Saying Congress should not enact major tax policy in 2-month increments, U.S. Rep. Vern Buchanan voted Tuesday for H. Res. 501 in support of a full-year payroll tax cut for working Americans. He urged congressional leaders to work together and pass the measure before the end of the year.
"Only in Washington can a 60-day tax cut be considered good for the economy," said Buchanan, a 30-year businessman and Florida's only member of the powerful Ways and Means Committee. "It's time to quit the political gamesmanship and work in a bipartisan manner to help Americans who are struggling through the worst jobs climate since the Great Depression."
ABC news has reported that a two-month patch may be unworkable. According to the policy-neutral National Payroll Reporting Consortium, a short-term fix could "create substantial problems, confusion and costs affecting a significant percentage of U.S. employers and employees."
Last week, Buchanan supported House-approved legislation to extend the payroll tax cut for one calendar year, expiring on December 31, 2012. The bill would extend the current rate of 4.2 percent for employees, and 10.4 percent for the self-employed. Also included in the House bill was a two-year provision to prevent a 27.4 percent reduction in reimbursement rates for physicians who treat senior citizens on Medicare. The Senate version would only extend reimbursement rates for two months.

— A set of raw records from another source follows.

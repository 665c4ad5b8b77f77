"""The laws of one sheet against each other, as far as the results show."""

from __future__ import annotations

from collections.abc import Mapping
from math import inf
from typing import Any

from rigbench.scores.levels import ladder
from rigbench.scores.names import main_score
from rigbench.scores.pairs import CLEAR
from rigbench.scores.results import Cell, Column, Results, Tolerated

__all__ = ["SheetStanding"]


class SheetStanding:
    """One sheet of the results, asked law by law; of laws and columns those that are possible in it."""

    def __init__(self, results: Results, sheet: str) -> None:
        self._cells = {(cell.law, cell.condition): cell for cell in results.cells if cell.sheet == sheet}
        possible = {place for place, cell in self._cells.items() if cell.planned > 0}
        self.laws = tuple(law for law in results.laws if any(law == named for named, _ in possible))
        self.columns = tuple(c for c in results.columns if any(c.name == named for _, named in possible))
        self.tolerance, self.draws, self.stop_early = results.tolerance, results.draws, results.stop_early
        self.main = main_score(() if results.tolerance is None else results.tolerance.limited)
        self.steps = ladder(self.columns)
        self._break_even: list[Mapping[str, Any]] = [b for b in results.break_even if b["sheet"] == sheet]
        self._search = results.level_search
        self._levels = {s.law: s.tolerated for s in results.standings if s.sheet == sheet}

    @property
    def has_levels(self) -> bool:
        """Whether the ladder has more than its foot, so that a tolerated level says something."""
        return self._search is not None or any(column.level for column in self.steps)

    @property
    def highest(self) -> float:
        """The highest level run of all sources together."""
        levels = (column.level or 0.0 for column in self.steps)
        return max([*levels, 0.0 if self._search is None else self._search.most])

    def shown_to_keep(self, law: str) -> float | None:
        """Return the highest level below its first miss that a law is shown to keep; None for none."""
        level = self.level(law)
        kept = [step.level or 0.0 for step in self.steps if self.cell(law, step).verdict == "keeps"]
        kept += [level.low] if level.low > 0.0 else []
        return max((one for one in kept if one < level.high), default=None)

    def cell(self, law: str, column: Column) -> Cell:
        """Return the cell of a law and a column."""
        return self._cells[law, column.name]

    def level(self, law: str) -> Tolerated:
        """Return the tolerated level of a law; nothing shown where there is no tolerance."""
        return self._levels.get(law) or Tolerated(None, 0.0, inf)

    def has_result(self, law: str) -> bool:
        """Whether any draw of the law counts anywhere."""
        return any(self.cell(law, column).draws for column in self.columns)

    def columns_that(self, verdict: str, law: str, beside_ladder: bool = False) -> list[str]:
        """Return the names of the law's columns of that verdict, or of those off the ladder alone."""
        columns = [column for column in self.columns if not (beside_ladder and column.ladder)]
        return [column.name for column in columns if self.cell(law, column).verdict == verdict]

    def better_below(self, rival: str, law: str) -> float | None:
        """Return the break-even level below which ``rival`` has the lower main score, if there is one."""
        for found in self._break_even:
            if set(found["laws"]) == {law, rival} and found["better_below"] == rival:
                return float(found["level"]["value"])
        return None

    def ahead(self, one: str, other: str) -> bool:
        """Whether law ``one`` is shown to be ahead of law ``other``; the first that holds decides:

        1. one law keeps a level of all sources together, and the other misses that level or a lower one;
        2. one law keeps columns that the other misses; if each does, neither is ahead;
        3. more draws pass under one in some column, by intervals that don't meet; if so for each, neither is;
        4. the main score of one is lower at the highest level that neither misses;
        5. the main score of one is lower in some column, and that of the other in none.

        Lower means that the law is the best of the column, or that the intervals of the two medians
        don't meet; in an exact cell that the score is more than 1 % lower.
        """
        by_score = (self._is_lower_at_the_top, self._is_lower)
        for shown in (self._bears_more, self._keeps_more, self._passes_more, *by_score):
            forth, back = shown(one, other), shown(other, one)
            if forth or back:
                return forth and not back
        return False

    def told_apart_by_tolerance(self, one: str, other: str) -> bool:
        """Whether the tolerance alone shows one of the two laws to be ahead."""
        shown = (self._bears_more, self._keeps_more, self._passes_more)
        return any(test(one, other) or test(other, one) for test in shown)

    def _bears_more(self, one: str, other: str) -> bool:
        kept = self.shown_to_keep(one)
        return kept is not None and kept >= self.level(other).high

    def _keeps_more(self, one: str, other: str) -> bool:
        verdicts = [(self.cell(one, c).verdict, self.cell(other, c).verdict) for c in self.columns]
        return ("keeps", "misses") in verdicts

    def _passes_more(self, one: str, other: str) -> bool:
        pairs = (
            (self.cell(one, column).pass_low, self.cell(other, column).pass_high) for column in self.columns
        )
        return any(low is not None and high is not None and low > high for low, high in pairs)

    def _is_lower_at_the_top(self, one: str, other: str) -> bool:
        pairs = [(step, self.cell(one, step), self.cell(other, step)) for step in self.steps]
        level = [s for s, a, b in pairs if a.draws and b.draws and "misses" not in (a.verdict, b.verdict)]
        return bool(level) and self._lower_in(level[-1], one, other)

    def _is_lower(self, one: str, other: str) -> bool:
        return any(self._lower_in(column, one, other) for column in self.columns)

    def _lower_in(self, column: Column, one: str, other: str) -> bool:
        mine = self.cell(one, column).measures.get(self.main)
        theirs = self.cell(other, column).measures.get(self.main)
        if mine is None or theirs is None:
            return False
        if not column.random:
            return mine.median < (1.0 - CLEAR) * theirs.median
        return self.cell(one, column).best or mine.median_high < theirs.median_low
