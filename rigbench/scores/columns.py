"""Which column of the matrix is meant."""

from __future__ import annotations

from collections.abc import Iterable, Sequence

from rigbench.scores.results import Column

__all__ = ["condition_of", "telling_column"]


def telling_column(columns: Iterable[Column]) -> Column | None:
    """Return the condition that tells most of laws at a glance: all sources together, nearest to level 1.

    Else any that is random, else any at all.
    """

    def distance(column: Column) -> tuple[bool, bool, float]:
        level = 0.0 if column.level is None else column.level
        return not column.random, not column.ladder, abs(level - 1.0)

    return min(columns, key=distance, default=None)


def condition_of(columns: Sequence[Column], condition: str | None, level: float | None) -> str:
    """Return the ``condition`` that is named, or that of all sources together at a ``level``, run as it is.

    Without either it is the telling one.
    """
    if condition is not None:
        return condition
    if level is not None:
        return next(column.name for column in columns if column.ladder and (column.level or 0.0) == level)
    column = telling_column(columns)
    return "" if column is None else column.name
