"""One sentence of advice."""

from __future__ import annotations

from collections.abc import Iterator, Sequence
from dataclasses import dataclass
from math import inf, isfinite

from rigbench.errors import counted
from rigbench.scores.anytime import draws_to_settle
from rigbench.scores.intervals import draws_to_decide
from rigbench.scores.names import score_words
from rigbench.scores.results import Cell, Results
from rigbench.scores.standing import SheetStanding

__all__ = ["advise"]

MOST = 3
"""So many names are spelled out; of the others the number is given."""


def advise(results: Results) -> str:
    """Return what to take away from the results, in one sentence.

    The law to take is the one that keeps something and that no other law is shown to be ahead of (see
    :meth:`SheetStanding.ahead`); where there are several of these it is too close to call. What stays
    open is said too, with the number of draws that would decide it, and which runs are missing.
    """
    if not any(cell.draws for cell in results.cells):
        said = "no run has a result yet, so there is nothing to advise"
    elif len(results.sheets) == 1:
        said = "; ".join(_of_sheet(SheetStanding(results, results.sheets[0])))
    else:
        said = _of_sheets(results)
    said = "; ".join([said, *_missing(results)])
    return said[0].upper() + said[1:] + "."


def _missing(results: Results) -> Iterator[str]:
    """Yield what the campaign has not shown."""
    left = results.planned - results.done - results.failed
    if left > 0:
        yield f"{left} of {results.planned} runs are still to do"
    if results.failed:
        runs = counted(results.failed, "run")
        yield f"{runs} failed (law's code, the plant, time limit or crash), for or against no law"


def _of_sheets(results: Results) -> str:
    """Return the advice of several sheets, of which those that agree are named together."""
    groups: dict[str, list[str]] = {}
    for sheet in results.sheets:
        groups.setdefault(_in_brief(SheetStanding(results, sheet)), []).append(sheet)
    if len(groups) == 1:
        count = len(results.sheets)
        return f"in {'both' if count == 2 else f'all {count}'} sheets: {next(iter(groups))}"
    said = [f"in {_names(sheets)}: {head}" for head, sheets in list(groups.items())[:MOST]]
    rest = sum(len(sheets) for sheets in list(groups.values())[MOST:])
    return "; ".join([*said, *([f"{counted(rest, 'sheet')} more differ from these"] if rest else [])])


def _in_brief(sheet: SheetStanding) -> str:
    """Return the first clause of one sheet's advice, with what speaks against the law to take."""
    said, front = _of_sheet(sheet)[0], _front(sheet)
    if len(front) != 1:
        return said
    law = front[0]
    against = [*_elsewhere(sheet, law)]
    if _behind_by_score(sheet, law):
        against.append(f"it is ahead of others by {score_words(sheet.main)[0]} alone")
    close, _ = _not_behind(sheet, law)
    if close:
        against.append(f"against {_names(close)} it is too close to call")
    return f"{said}, but {', and '.join(against)}" if against else said


def _front(sheet: SheetStanding) -> list[str]:
    """Return the laws that keep something and that no other such law is ahead of; [] without a tolerance."""
    if sheet.tolerance is None:
        return []
    keepers = [law for law in sheet.laws if sheet.columns_that("keeps", law)]
    return [a for a in keepers if not any(sheet.ahead(b, a) for b in keepers)] or keepers


def _not_behind(sheet: SheetStanding, law: str) -> tuple[list[str], list[str]]:
    """Return the laws that one is not ahead of: those with a result, and those without."""
    others = [other for other in sheet.laws if other != law and not sheet.ahead(law, other)]
    close = [other for other in others if sheet.has_result(other)]
    return close, [other for other in others if other not in close]


def _of_sheet(sheet: SheetStanding) -> list[str]:
    """Return the clauses of one sheet's advice, the first of which can stand alone."""
    if sheet.tolerance is None:
        return _without_tolerance(sheet)
    front = _front(sheet)
    if not front:
        return _nothing_kept(sheet)
    if len(front) > 1:
        return [*_too_close(sheet, front), *_would_decide(sheet, front)]
    law = front[0]
    verb = f"'{law}'" if len(sheet.laws) == 1 else f"take '{law}', which"
    said = [f"{verb} {_shown(sheet, law)}", *_elsewhere(sheet, law), *_by_score(sheet, law)]
    close, silent = _not_behind(sheet, law)
    if close:
        said.append(f"against {_names(close)} it is too close to call")
    if silent:
        said.append(f"{_names(silent)} {'has' if len(silent) == 1 else 'have'} no result")
    return [*said, *_would_decide(sheet, [law, *close])]


def _behind_by_score(sheet: SheetStanding, law: str) -> list[str]:
    """Return the laws that one is ahead of by the main score alone."""
    behind = [other for other in sheet.laws if other != law and sheet.ahead(law, other)]
    return [other for other in behind if not sheet.told_apart_by_tolerance(law, other)]


def _by_score(sheet: SheetStanding, law: str) -> Iterator[str]:
    """Yield over which laws only the main score decides, and up to which level it is in their favour."""
    rivals = _behind_by_score(sheet, law)
    if not rivals:
        return
    levels = {rival: sheet.better_below(rival, law) for rival in rivals}
    behind = [f"'{rival}' below level {level:.2g}" for rival, level in levels.items() if level is not None]
    but = f", and behind {', '.join(behind[:MOST])}" if behind else ""
    yield f"it is ahead of {_names(rivals)} by {score_words(sheet.main)[0]} alone{but}"


def _too_close(sheet: SheetStanding, front: Sequence[str]) -> Iterator[str]:
    """Yield what is shown of laws of which none is ahead of all the others."""
    shown: dict[str, list[str]] = {}
    for law in front:
        shown.setdefault(_shown(sheet, law), []).append(law)
    if len(shown) == 1:
        yield f"too close to call between {_names(front)}, which {_plural(next(iter(shown)), len(front))}"
        return
    said = [f"{_names(laws)} {_plural(words, len(laws))}" for words, laws in list(shown.items())[:MOST]]
    yield f"too close to call between {_names(front)}: {', '.join(said)}"


def _nothing_kept(sheet: SheetStanding) -> list[str]:
    """Return the clauses for a sheet in which no cell keeps the tolerance."""
    one = len(sheet.laws) == 1
    known = [law for law in sheet.laws if sheet.has_result(law)]
    if not known:
        return ["there is no result yet"]
    if any(sheet.columns_that("open", law) for law in sheet.laws):
        who = f"'{sheet.laws[0]}' is not" if one else "no law is"
        return [f"{who} shown to keep the tolerance yet", *_would_decide(sheet, known)]
    who = f"'{sheet.laws[0]}'" if one else "every law"
    return [f"{who} misses the tolerance under every condition", *_nearest(sheet, known)]


def _nearest(sheet: SheetStanding, laws: Sequence[str]) -> Iterator[str]:
    """Yield which law comes nearest to the main score's limit in the first column.

    Where motions differ in the limit, a law is as near as in the motion in which it is farthest from its own.
    """
    column = sheet.columns[0]
    gaps = {law: gap for law in laws if (gap := _gap(sheet, sheet.cell(law, column))) is not None}
    if not gaps:
        return
    law = min(gaps, key=lambda law: gaps[law].ratio)
    gap = gaps[law]
    if isfinite(gap.median):
        who = "it has" if len(sheet.laws) == 1 else f"nearest is '{law}' with"
        words, unit = score_words(sheet.main)
        where = f"in motion '{gap.motion}' under '{column.name}'" if gap.motion else f"under '{column.name}'"
        yield f"{who} a {words} of {gap.median:.3g} {unit} {where}, where {gap.limit:g} {unit} is allowed"


@dataclass(frozen=True)
class _Gap:
    """A median of the main score and its limit; ``motion`` is '' where all motions have the same limit."""

    median: float
    limit: float
    motion: str = ""

    @property
    def ratio(self) -> float:
        return self.median / self.limit if self.limit > 0.0 else inf


def _gap(sheet: SheetStanding, cell: Cell) -> _Gap | None:
    """Return how far a cell is from the main score's limit; None where there is no such limit or score."""
    if sheet.tolerance is None:
        return None
    limits = {motion: sheet.tolerance.limits_for(motion).get(sheet.main) for motion in cell.motions}
    common = set(limits.values()) or {sheet.tolerance.limits.get(sheet.main)}
    if len(common) == 1:
        limit, measure = common.pop(), cell.measures.get(sheet.main)
        return None if limit is None or measure is None else _Gap(measure.median, limit)
    gaps = [
        _Gap(part.measures[sheet.main].median, limit, motion)
        for motion, part in cell.motions.items()
        if (limit := limits[motion]) is not None and sheet.main in part.measures
    ]
    return max(gaps, key=lambda gap: gap.ratio, default=None)


def _shown(sheet: SheetStanding, law: str) -> str:
    """Say what a law is shown to keep: 'is shown to keep the tolerance up to level 0.5 ...'."""
    if not sheet.has_levels:
        count, kept = len(sheet.columns), len(sheet.columns_that("keeps", law))
        under = f"{kept} of {count} conditions"
        if kept == count:
            under = f"all {count} conditions" if count > 1 else f"'{sheet.columns[0].name}'"
        return f"is shown to keep the tolerance under {under}"
    level = sheet.level(law)
    if level.high == 0.0:
        return "misses the tolerance at level 0 already"
    top = sheet.shown_to_keep(law)
    if top is None:
        said = "is not shown to keep the tolerance at any level"
    elif top > 0.0:
        said = f"is shown to keep the tolerance up to level {top:g}"
    else:
        said = "is shown to keep the tolerance at level 0 only"
    if isfinite(level.high):
        return f"{said} and to miss it from level {level.high:g}"
    return f"{said}, the highest run" if top == sheet.highest else f"{said} (higher ones are open)"


def _elsewhere(sheet: SheetStanding, law: str) -> Iterator[str]:
    """Yield under which conditions off the ladder the law misses or is open."""
    beside = sheet.has_levels
    for verdict, words in (("misses", "it misses under"), ("open", "it is open under")):
        columns = sheet.columns_that(verdict, law, beside_ladder=beside)
        if columns:
            yield f"{words} {_names(columns)}"


def _would_decide(sheet: SheetStanding, laws: Sequence[str]) -> Iterator[str]:
    """Yield how many draws would decide the first open cell that the declared draws will not."""
    steps = {column.name for column in sheet.steps}
    for column in (*sheet.steps, *(c for c in sheet.columns if c.name not in steps)):
        for law in laws:
            cell = sheet.cell(law, column)
            if sheet.tolerance is None or cell.verdict != "open" or cell.pass_share is None:
                continue
            share, required = cell.pass_share, sheet.tolerance.required_share
            needed = draws_to_decide(share, required)
            if sheet.stop_early:
                needed = draws_to_settle(required, share)
            if needed is not None and needed > sheet.draws:
                yield (
                    f"about {needed} draws would decide '{law}' under '{column.name}' "
                    f"({cell.passed} of {cell.draws} pass so far)"
                )
                return


def _without_tolerance(sheet: SheetStanding) -> list[str]:
    """Return the clauses for a campaign that declares no tolerance: laws by their main score alone."""
    said = "no tolerance is declared, so nothing is kept or missed"
    best = {
        law: [column.name for column in sheet.columns if sheet.cell(law, column).best] for law in sheet.laws
    }
    leaders = [law for law in sheet.laws if best[law]]
    if len(sheet.laws) == 1:
        return [said]
    if not leaders:
        return [f"{said}, and by {score_words(sheet.main)[0]} the laws are too close to call"]
    under = ", ".join(f"'{law}' under {_names(best[law])}" for law in leaders[:MOST])
    by = score_words(sheet.main)[0]
    return [f"{said}; by {by}, better than every other law beyond the interval: {under}"]


def _plural(words: str, count: int) -> str:
    """Turn 'is shown ...' or 'misses ...' to the plural where it speaks of several."""
    if count == 1:
        return words
    verb, _, rest = words.partition(" ")
    return f"{ {'is': 'are', 'misses': 'miss'}.get(verb, verb) } {rest}"


def _names(names: Sequence[str]) -> str:
    """Return 'a', 'b' and 'c', quoted; beyond MOST the number of the rest."""
    quoted = [f"'{name}'" for name in names[:MOST]]
    if len(names) > MOST:
        quoted.append(f"{len(names) - MOST} more")
    return quoted[0] if len(quoted) == 1 else f"{', '.join(quoted[:-1])} and {quoted[-1]}"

"Senior citizens rely on Medicare to see their doctors," said Buchanan, who serves on the influential Health Subcommittee of Ways & Means. "If these cuts go into place, many doctors in our area have told me they would simply close their doors. A full-year extension will help ensure that their doors remain open and that our seniors continue to receive the quality health care they deserve."
In addition to voting for H.Res. 501 today, Buchanan also voted against a Democrat motion in support of the 2-month extension.